EXERCISE AIM -
Reproduce the records below exactly, but only between the lines holding "const j = 2 * k - 1;" and "const x = Float64Array.from(first).sort();", inclusive.
◆ ◆ ◆
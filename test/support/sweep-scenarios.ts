/** Small scenario texts for sweep, refinement and report tests (invented numbers, a few thousand shots). */

/** A baseband two-state readout with relaxation; `sweep` is appended as the sweep section. */
export function smallScenario(sweep: string, name = 'small sweep test'): string {
  return `name: ${JSON.stringify(name)}
seed: 11
shots: 2048
calibrationShots: 1024
timing:
  sampleRate: 10 MHz
  recordLength: 12 us
  window: { start: 0.5 us, length: 4 us }
states:
  - { name: low, level: 0 pA, outcome: "0" }
  - { name: high, level: 100 pA, outcome: "1" }
prepare: { low: 0.5, high: 0.5 }
transitions:
  - { from: high, to: low, lifetime: 200 us }
signal:
  carrier: none
  noise:
    white: { density: 40 fA/rtHz }
processing:
  threshold: midpoint
${sweep}`;
}

/** A 3 × 4 grid over the window length and the lifetime. */
export const GRID_3x4 = `sweep:
  vary:
    - key: timing.window.length
      values: ["1 us", "2 us", "4 us"]
    - key: transitions[0].lifetime
      range: { from: 50 us, to: 400 us, count: 4, spacing: log }
`;

/** Four zipped points over the window length and the noise density. */
export const ZIP_4 = `sweep:
  combine: zip
  vary:
    - key: timing.window.length
      values: ["1 us", "2 us", "3 us", "4 us"]
    - key: signal.noise.white.density
      values: ["30 fA/rtHz", "35 fA/rtHz", "40 fA/rtHz", "45 fA/rtHz"]
`;
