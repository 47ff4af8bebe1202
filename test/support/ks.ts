/**
 * Two-sample Kolmogorov–Smirnov test with the asymptotic p-value.
 *
 * Statistic D = sup |F₁(x) − F₂(x)| over the two empirical distribution functions.
 * p-value from the Kolmogorov distribution, Q_KS(λ) = 2 Σ_{k≥1} (−1)^{k−1} e^{−2k²λ²}
 * (Kolmogorov, Giornale dell'Istituto Italiano degli Attuari 4, 83 (1933)), at
 * λ = (√nₑ + 0.12 + 0.11/√nₑ)·D with nₑ = n·m/(n + m) (Stephens, J. R. Stat. Soc. B 32, 115
 * (1970)). For small λ the equivalent theta-function form
 * 1 − (√(2π)/λ) Σ_{k≥1} e^{−(2k−1)²π²/(8λ²)} is used, which converges fast there.
 * The approximation is good for nₑ ≳ 4 and p ≲ 0.9; it is not the exact finite-sample law.
 */

/** Result of a two-sample Kolmogorov–Smirnov test. */
export interface KsResult {
  /** D = sup |F₁ − F₂|, in [0, 1]. */
  statistic: number;
  /** Asymptotic two-sided p-value, in [0, 1] (NaN when a sample is empty). */
  pValue: number;
  /** Effective sample size nₑ = n·m/(n + m). */
  effectiveN: number;
}

/** Kolmogorov survival function Q_KS(λ) = P(K > λ), K the Kolmogorov distribution. */
export function kolmogorovTail(lambda: number): number {
  if (Number.isNaN(lambda)) return NaN;
  if (lambda <= 0) return 1;
  if (lambda < 1.18) {
    // Theta-function form of the CDF; terms fall off as e^{−(2k−1)²π²/(8λ²)}.
    const w = -(Math.PI * Math.PI) / (8 * lambda * lambda);
    let sum = 0;
    for (let k = 1; k <= 6; k++) {
      const j = 2 * k - 1;
      sum += Math.exp(w * j * j);
    }
    return Math.min(1, Math.max(0, 1 - (Math.sqrt(2 * Math.PI) / lambda) * sum));
  }
  const w = -2 * lambda * lambda;
  let sum = 0;
  let sign = 1;
  for (let k = 1; k <= 100; k++) {
    const term = Math.exp(w * k * k);
    sum += sign * term;
    if (term < 1e-17 * sum) break;
    sign = -sign;
  }
  return Math.min(1, Math.max(0, 2 * sum));
}

/** Two-sample KS statistic D (inputs are not modified; sorted copies are used; no NaN allowed). */
export function ksStatistic(first: Float64Array, second: Float64Array): number {
  const x = Float64Array.from(first).sort();
  const y = Float64Array.from(second).sort();
  const n = x.length;
  const m = y.length;
  if (n === 0 || m === 0) return NaN;
  let i = 0;
  let j = 0;
  let largest = 0;
  while (i < n && j < m) {
    const value = x[i] <= y[j] ? x[i] : y[j];
    // Step past every copy of the smaller value in both samples, so ties are handled.
    while (i < n && x[i] === value) i++;
    while (j < m && y[j] === value) j++;
    const gap = Math.abs(i / n - j / m);
    if (gap > largest) largest = gap;
  }
  return largest;
}

/** Two-sample Kolmogorov–Smirnov test: statistic, asymptotic p-value (Stephens-corrected). */
export function ksTwoSample(first: Float64Array, second: Float64Array): KsResult {
  const n = first.length;
  const m = second.length;
  const effectiveN = n + m === 0 ? 0 : (n * m) / (n + m);
  if (n === 0 || m === 0) return { statistic: NaN, pValue: NaN, effectiveN };
  const statistic = ksStatistic(first, second);
  const root = Math.sqrt(effectiveN);
  const pValue = kolmogorovTail((root + 0.12 + 0.11 / root) * statistic);
  return { statistic, pValue, effectiveN };
}
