/**
 * Vitest global set-up: builds dist/ from the sources before any test runs, so the tests that
 * start the command line as a user does (`node bin/singleshot.js`, which runs the compiled
 * JavaScript) never run a stale build.
 */
import { execFileSync } from 'node:child_process';

export default function setup(): void {
  execFileSync(process.execPath, ['scripts/build.mjs'], { stdio: 'inherit' });
}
◆ ◆ ◆
EXERCISE RESPONSE -
      const j = 2 * k - 1;
      sum += Math.exp(w * j * j);
    }
    return Math.min(1, Math.max(0, 1 - (Math.sqrt(2 * Math.PI) / lambda) * sum));
  }
  const w = -2 * lambda * lambda;
  let sum = 0;
  let sign = 1;
  for (let k = 1; k <= 100; k++) {
    const term = Math.exp(w * k * k);
    sum += sign * term;
    if (term < 1e-17 * sum) break;
    sign = -sign;
  }
  return Math.min(1, Math.max(0, 2 * sum));
}

/** Two-sample KS statistic D (inputs are not modified; sorted copies are used; no NaN allowed). */
export function ksStatistic(first: Float64Array, second: Float64Array): number {
  const x = Float64Array.from(first).sort();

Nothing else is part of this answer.